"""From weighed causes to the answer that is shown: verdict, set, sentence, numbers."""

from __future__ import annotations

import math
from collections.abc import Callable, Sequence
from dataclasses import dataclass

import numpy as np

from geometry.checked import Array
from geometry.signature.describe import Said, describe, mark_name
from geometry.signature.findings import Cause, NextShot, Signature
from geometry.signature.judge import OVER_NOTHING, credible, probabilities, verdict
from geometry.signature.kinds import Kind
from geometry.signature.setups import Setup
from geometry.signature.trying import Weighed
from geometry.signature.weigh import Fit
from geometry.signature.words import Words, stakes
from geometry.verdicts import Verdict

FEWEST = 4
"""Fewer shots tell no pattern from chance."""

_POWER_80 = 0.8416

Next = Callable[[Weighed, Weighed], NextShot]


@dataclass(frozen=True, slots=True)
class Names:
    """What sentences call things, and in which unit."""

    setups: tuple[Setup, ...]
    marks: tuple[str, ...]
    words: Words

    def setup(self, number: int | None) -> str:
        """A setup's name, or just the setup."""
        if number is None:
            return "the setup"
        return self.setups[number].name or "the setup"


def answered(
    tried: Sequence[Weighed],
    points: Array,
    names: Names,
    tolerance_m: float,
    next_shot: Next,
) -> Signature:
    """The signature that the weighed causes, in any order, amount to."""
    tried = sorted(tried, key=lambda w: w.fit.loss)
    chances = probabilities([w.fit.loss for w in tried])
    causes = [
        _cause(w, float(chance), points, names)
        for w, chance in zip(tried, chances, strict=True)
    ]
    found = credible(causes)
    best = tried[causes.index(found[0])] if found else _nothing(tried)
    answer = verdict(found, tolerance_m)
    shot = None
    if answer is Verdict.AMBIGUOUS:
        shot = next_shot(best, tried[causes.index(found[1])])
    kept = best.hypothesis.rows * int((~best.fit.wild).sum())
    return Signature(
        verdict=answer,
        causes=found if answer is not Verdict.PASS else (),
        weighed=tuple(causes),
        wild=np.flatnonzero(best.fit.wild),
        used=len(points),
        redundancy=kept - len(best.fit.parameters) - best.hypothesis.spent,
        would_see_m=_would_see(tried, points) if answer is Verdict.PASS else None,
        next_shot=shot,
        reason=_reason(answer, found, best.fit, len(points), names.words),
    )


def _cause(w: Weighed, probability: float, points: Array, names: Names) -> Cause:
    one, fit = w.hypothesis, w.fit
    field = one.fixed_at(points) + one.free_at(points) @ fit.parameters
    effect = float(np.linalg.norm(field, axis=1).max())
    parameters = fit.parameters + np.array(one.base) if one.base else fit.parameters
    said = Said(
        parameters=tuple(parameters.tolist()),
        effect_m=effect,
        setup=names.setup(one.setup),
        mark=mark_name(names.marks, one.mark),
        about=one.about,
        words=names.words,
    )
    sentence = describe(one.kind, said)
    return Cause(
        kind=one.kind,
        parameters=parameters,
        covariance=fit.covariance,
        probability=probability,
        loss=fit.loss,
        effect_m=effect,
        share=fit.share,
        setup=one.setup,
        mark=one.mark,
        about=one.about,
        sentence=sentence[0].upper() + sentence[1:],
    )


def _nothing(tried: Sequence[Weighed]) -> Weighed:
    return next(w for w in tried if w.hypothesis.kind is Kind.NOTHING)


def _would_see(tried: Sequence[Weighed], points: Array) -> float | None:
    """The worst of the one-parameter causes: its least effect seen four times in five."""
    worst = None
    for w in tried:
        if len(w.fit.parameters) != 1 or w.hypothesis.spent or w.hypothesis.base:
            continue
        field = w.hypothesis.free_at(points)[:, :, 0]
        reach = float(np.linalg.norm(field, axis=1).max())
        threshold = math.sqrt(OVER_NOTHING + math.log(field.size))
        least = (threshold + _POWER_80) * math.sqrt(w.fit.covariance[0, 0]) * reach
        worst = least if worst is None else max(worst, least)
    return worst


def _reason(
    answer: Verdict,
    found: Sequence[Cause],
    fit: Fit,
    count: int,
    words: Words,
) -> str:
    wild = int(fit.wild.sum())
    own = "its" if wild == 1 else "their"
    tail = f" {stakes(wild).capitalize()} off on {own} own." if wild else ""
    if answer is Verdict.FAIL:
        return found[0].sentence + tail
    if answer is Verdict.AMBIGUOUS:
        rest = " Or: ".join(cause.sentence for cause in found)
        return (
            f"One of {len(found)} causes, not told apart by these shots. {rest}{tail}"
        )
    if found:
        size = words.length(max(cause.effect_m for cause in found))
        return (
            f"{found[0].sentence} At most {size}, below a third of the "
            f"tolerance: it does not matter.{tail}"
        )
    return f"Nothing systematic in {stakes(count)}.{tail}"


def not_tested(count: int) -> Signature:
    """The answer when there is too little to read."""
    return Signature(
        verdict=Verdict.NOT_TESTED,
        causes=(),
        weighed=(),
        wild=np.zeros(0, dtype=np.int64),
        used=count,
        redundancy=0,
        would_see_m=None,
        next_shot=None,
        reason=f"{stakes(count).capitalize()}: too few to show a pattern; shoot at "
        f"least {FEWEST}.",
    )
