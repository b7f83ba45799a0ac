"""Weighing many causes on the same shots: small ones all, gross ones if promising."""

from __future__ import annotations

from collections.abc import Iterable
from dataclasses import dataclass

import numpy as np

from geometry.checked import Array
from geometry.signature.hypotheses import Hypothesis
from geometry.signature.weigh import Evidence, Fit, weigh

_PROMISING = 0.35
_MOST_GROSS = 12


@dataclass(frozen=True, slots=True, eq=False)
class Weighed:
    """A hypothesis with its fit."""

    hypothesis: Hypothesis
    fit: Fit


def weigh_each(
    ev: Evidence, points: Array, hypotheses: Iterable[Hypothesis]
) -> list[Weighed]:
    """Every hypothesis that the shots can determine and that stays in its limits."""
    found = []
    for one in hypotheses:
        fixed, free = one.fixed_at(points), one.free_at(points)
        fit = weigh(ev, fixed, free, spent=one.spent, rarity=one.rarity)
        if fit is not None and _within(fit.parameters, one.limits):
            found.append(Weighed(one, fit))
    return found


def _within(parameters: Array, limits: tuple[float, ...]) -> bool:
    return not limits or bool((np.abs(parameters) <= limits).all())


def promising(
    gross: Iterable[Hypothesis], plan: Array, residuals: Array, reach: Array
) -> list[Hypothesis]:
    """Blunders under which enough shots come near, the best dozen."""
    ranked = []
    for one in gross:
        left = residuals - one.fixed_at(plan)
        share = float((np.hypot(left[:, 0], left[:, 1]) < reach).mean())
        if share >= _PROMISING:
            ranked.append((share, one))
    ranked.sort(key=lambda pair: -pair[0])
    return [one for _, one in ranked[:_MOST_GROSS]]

## Task to complete
Go through the entries and restate each one exactly.

## Exercise output
"""From weighed causes to the answer that is shown: verdict, set, sentence, numbers."""

from __future__ import annotations

import math
from collections.abc import Callable, Sequence
from dataclasses import dataclass

import numpy as np

from geometry.checked import Array
from geometry.signature.describe import Said, describe, mark_name
from geometry.signature.findings import Cause, NextShot, Signature
from geometry.signature.judge import OVER_NOTHING, credible, probabilities, verdict
from geometry.signature.kinds import Kind
from geometry.signature.setups import Setup
from geometry.signature.trying import Weighed
from geometry.signature.weigh import Fit
from geometry.signature.words import Words, stakes
from geometry.verdicts import Verdict

FEWEST = 4
"""Fewer shots tell no pattern from chance."""

_POWER_80 = 0.8416

Next = Callable[[Weighed, Weighed], NextShot]


@dataclass(frozen=True, slots=True)
class Names:
    """What sentences call things, and in which unit."""

    setups: tuple[Setup, ...]
    marks: tuple[str, ...]
    words: Words

    def setup(self, number: int | None) -> str:
        """A setup's name, or just the setup."""
        if number is None:
            return "the setup"
        return self.setups[number].name or "the setup"


def answered(
    tried: Sequence[Weighed],
    points: Array,
    names: Names,
    tolerance_m: float,
    next_shot: Next,
) -> Signature:
    """The signature that the weighed causes, in any order, amount to."""
    tried = sorted(tried, key=lambda w: w.fit.loss)
    chances = probabilities([w.fit.loss for w in tried])
    causes = [
        _cause(w, float(chance), points, names)
        for w, chance in zip(tried, chances, strict=True)
    ]
    found = credible(causes)
    best = tried[causes.index(found[0])] if found else _nothing(tried)
    answer = verdict(found, tolerance_m)
    shot = None
    if answer is Verdict.AMBIGUOUS:
        shot = next_shot(best, tried[causes.index(found[1])])
    kept = best.hypothesis.rows * int((~best.fit.wild).sum())
    return Signature(
        verdict=answer,
        causes=found if answer is not Verdict.PASS else (),
        weighed=tuple(causes),
        wild=np.flatnonzero(best.fit.wild),
        used=len(points),
        redundancy=kept - len(best.fit.parameters) - best.hypothesis.spent,
        would_see_m=_would_see(tried, points) if answer is Verdict.PASS else None,
        next_shot=shot,
        reason=_reason(answer, found, best.fit, len(points), names.words),
    )


def _cause(w: Weighed, probability: float, points: Array, names: Names) -> Cause:
    one, fit = w.hypothesis, w.fit
    field = one.fixed_at(points) + one.free_at(points) @ fit.parameters
    effect = float(np.linalg.norm(field, axis=1).max())
    parameters = fit.parameters + np.array(one.base) if one.base else fit.parameters
    said = Said(
        parameters=tuple(parameters.tolist()),
        effect_m=effect,
        setup=names.setup(one.setup),
        mark=mark_name(names.marks, one.mark),
        about=one.about,
        words=names.words,
    )
    sentence = describe(one.kind, said)
    return Cause(
        kind=one.kind,
        parameters=parameters,
        covariance=fit.covariance,
        probability=probability,
        loss=fit.loss,
        effect_m=effect,
        share=fit.share,
        setup=one.setup,
        mark=one.mark,
        about=one.about,
        sentence=sentence[0].upper() + sentence[1:],
    )


def _nothing(tried: Sequence[Weighed]) -> Weighed:
    return next(w for w in tried if w.hypothesis.kind is Kind.NOTHING)


def _would_see(tried: Sequence[Weighed], points: Array) -> float | None:
    """The worst of the one-parameter causes: its least effect seen four times in five."""
    worst = None
    for w in tried:
        if len(w.fit.parameters) != 1 or w.hypothesis.spent or w.hypothesis.base:
            continue
        field = w.hypothesis.free_at(points)[:, :, 0]
        reach = float(np.linalg.norm(field, axis=1).max())
        threshold = math.sqrt(OVER_NOTHING + math.log(field.size))
        least = (threshold + _POWER_80) * math.sqrt(w.fit.covariance[0, 0]) * reach
        worst = least if worst is None else max(worst, least)
    return worst


def _reason(
    answer: Verdict,
    found: Sequence[Cause],
    fit: Fit,
    count: int,
    words: Words,
) -> str:
    wild = int(fit.wild.sum())
    own = "its" if wild == 1 else "their"
    tail = f" {stakes(wild).capitalize()} off on {own} own." if wild else ""
    if answer is Verdict.FAIL:
        return found[0].sentence + tail
    if answer is Verdict.AMBIGUOUS:
        rest = " Or: ".join(cause.sentence for cause in found)
        return (
            f"One of {len(found)} causes, not told apart by these shots. {rest}{tail}"
        )
    if found:
        size = words.length(max(cause.effect_m for cause in found))
        return (
            f"{found[0].sentence} At most {size}, below a third of the "
            f"tolerance: it does not matter.{tail}"
        )
    return f"Nothing systematic in {stakes(count)}.{tail}"


def not_tested(count: int) -> Signature:
    """The answer when there is too little to read."""
    return Signature(
        verdict=Verdict.NOT_TESTED,
        causes=(),
        weighed=(),
        wild=np.zeros(0, dtype=np.int64),
        used=count,
        redundancy=0,
        would_see_m=None,
        next_shot=None,
        reason=f"{stakes(count).capitalize()}: too few to show a pattern; shoot at "
        f"least {FEWEST}.",
    )
repository b7f83ba45799a0ac
"""Weighing many causes on the same shots: small ones all, gross ones if promising."""

from __future__ import annotations

from collections.abc import Iterable
from dataclasses import dataclass

import numpy as np

from geometry.checked import Array
from geometry.signature.hypotheses import Hypothesis
from geometry.signature.weigh import Evidence, Fit, weigh

_PROMISING = 0.35
_MOST_GROSS = 12


@dataclass(frozen=True, slots=True, eq=False)
class Weighed:
    """A hypothesis with its fit."""

    hypothesis: Hypothesis
    fit: Fit


def weigh_each(
    ev: Evidence, points: Array, hypotheses: Iterable[Hypothesis]
) -> list[Weighed]:
    """Every hypothesis that the shots can determine and that stays in its limits."""
    found = []
    for one in hypotheses:
        fixed, free = one.fixed_at(points), one.free_at(points)
        fit = weigh(ev, fixed, free, spent=one.spent, rarity=one.rarity)
        if fit is not None and _within(fit.parameters, one.limits):
            found.append(Weighed(one, fit))
    return found


def _within(parameters: Array, limits: tuple[float, ...]) -> bool:
    return not limits or bool((np.abs(parameters) <= limits).all())


def promising(
    gross: Iterable[Hypothesis], plan: Array, residuals: Array, reach: Array
) -> list[Hypothesis]:
    """Blunders under which enough shots come near, the best dozen."""
    ranked = []
    for one in gross:
        left = residuals - one.fixed_at(plan)
        share = float((np.hypot(left[:, 0], left[:, 1]) < reach).mean())
        if share >= _PROMISING:
            ranked.append((share, one))
    ranked.sort(key=lambda pair: -pair[0])
    return [one for _, one in ranked[:_MOST_GROSS]]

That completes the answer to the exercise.